## Try it:
Below this line is a set of entries; quote exactly the lines from the line that contains "fetching jobs of" to the line that contains "const ids = jobs.map((job) => job.id);", both lines included.

## Provided entries:

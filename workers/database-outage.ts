import { describeDatabaseError, isConnectionError } from "@/db/connection-errors";

// How the worker lives through a database outage: repeated tasks (polls, heartbeats, sweeps) log the
// first failure and the recovery instead of one line per try, and a fit's final write waits for the
// database to come back instead of throwing its result away.

const sleep = (ms: number) => new Promise((resolve) => setTimeout(resolve, ms));

/** Tracks one repeated task: its first failure and its recovery are logged, the tries between are counted. */
export function failureLog(label: string): { failed(error: unknown): void; succeeded(): void } {
  let failures = 0;
  let since = 0;
  return {
    failed(error) {
      if (failures++ === 0) {
        since = Date.now();
        console.error(`${label} failed (further failures are counted, not logged):`, describeDatabaseError(error));
      }
    },
    succeeded() {
      if (failures === 0) return;
      console.log(`${label} works again after ${failures} failed ${failures === 1 ? "try" : "tries"} over ${((Date.now() - since) / 1000).toFixed(1)} s`);
      failures = 0;
    },
  };
}

/**
 * Runs `task`, and again while it fails because the database cannot be reached (0.5 s, doubling to
 * 5 s between tries), for at most `giveUpAfterMs`.
 * @throws the task's own error when it is not a connection error, or the last one after the deadline
 */
export async function retryWhileUnreachable<T>(label: string, task: () => Promise<T>, giveUpAfterMs = 600_000): Promise<T> {
  const log = failureLog(label);
  const deadline = Date.now() + giveUpAfterMs;
  for (let pause = 500; ; pause = Math.min(5000, pause * 2)) {
    try {
      const result = await task();
      log.succeeded();
      return result;
    } catch (error) {
      if (!isConnectionError(error) || Date.now() + pause > deadline) throw error;
      log.failed(error);
      await sleep(pause);
    }
  }
}
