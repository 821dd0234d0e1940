import type PgBoss from "pg-boss";
import { failureLog } from "./database-outage";

/**
 * Takes jobs of one queue in a loop (batches of `batchSize`, every `intervalMs` while it is empty), runs
 * `handler` and settles the batch: completed with the handler's output, or failed with its error (pg-boss
 * then retries it). Used instead of pg-boss's `work()`, which settles jobs without awaiting the call, so
 * that a settle during a database outage rejects unhandled and ends the process. Here a settle that
 * fails is tried again for a minute; one still unsettled then expires and is retried by pg-boss, which
 * the handlers tolerate (a revision is claimed at most once per job). pg-boss's `fetch` returns no jobs
 * while the database is away.
 */
export function startJobLoop<T extends object>(
  boss: PgBoss,
  options: { queue: string; batchSize: number; intervalMs: number; label: string },
  handler: (jobs: PgBoss.Job<T>[]) => Promise<object | void>,
): { stop(): Promise<void> } {
  const { queue, label } = options;
  let stopping = false;
  let wake: (() => void) | undefined;
  const pause = (ms: number) =>
    new Promise<void>((resolve) => {
      const timer = setTimeout(done, ms);
      function done() {
        clearTimeout(timer);
        wake = undefined;
        resolve();
      }
      wake = done;
    });

  const settleLog = failureLog(`${label}: settling jobs of ${queue}`);
  async function settle(ids: string[], run: () => Promise<unknown>): Promise<void> {
    const deadline = Date.now() + 60_000;
    for (let wait = 500; ; wait = Math.min(5000, wait * 2)) {
      try {
        await run();
        settleLog.succeeded();
        return;
      } catch (error) {
        settleLog.failed(error);
        if (stopping || Date.now() + wait > deadline) {
          console.error(`${label}: jobs ${ids.join(", ")} of ${queue} stay unsettled; they expire and are retried`);
          return;
        }
        await pause(wait);
      }
    }
  }

  const fetchLog = failureLog(`${label}: fetching jobs of ${queue}`);
  const loop = (async () => {
    while (!stopping) {
      let jobs: PgBoss.Job<T>[];
      try {
        jobs = await boss.fetch<T>(queue, { batchSize: options.batchSize });
        fetchLog.succeeded();
      } catch (error) {
        fetchLog.failed(error);
        jobs = [];
      }
      if (jobs.length === 0) {
        await pause(options.intervalMs);
        continue;
      }
      const ids = jobs.map((job) => job.id);
      try {
        const output = await handler(jobs);
        await settle(ids, () => (ids.length === 1 && output ? boss.complete(queue, ids[0], output) : boss.complete(queue, ids)));
      } catch (error) {
        console.error(`${label}: a job of ${queue} failed:`, error);
        const data = { message: error instanceof Error ? error.message : String(error) };
        await settle(ids, () => (ids.length === 1 ? boss.fail(queue, ids[0], data) : boss.fail(queue, ids)));
      }
    }
  })();

  return {
    async stop() {
      stopping = true;
      wake?.();
      await loop;
    },
  };
}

## Solution to the exercise:
  const fetchLog = failureLog(`${label}: fetching jobs of ${queue}`);
  const loop = (async () => {
    while (!stopping) {
      let jobs: PgBoss.Job<T>[];
      try {
        jobs = await boss.fetch<T>(queue, { batchSize: options.batchSize });
        fetchLog.succeeded();
      } catch (error) {
        fetchLog.failed(error);
        jobs = [];
      }
      if (jobs.length === 0) {
        await pause(options.intervalMs);
        continue;
      }
      const ids = jobs.map((job) => job.id);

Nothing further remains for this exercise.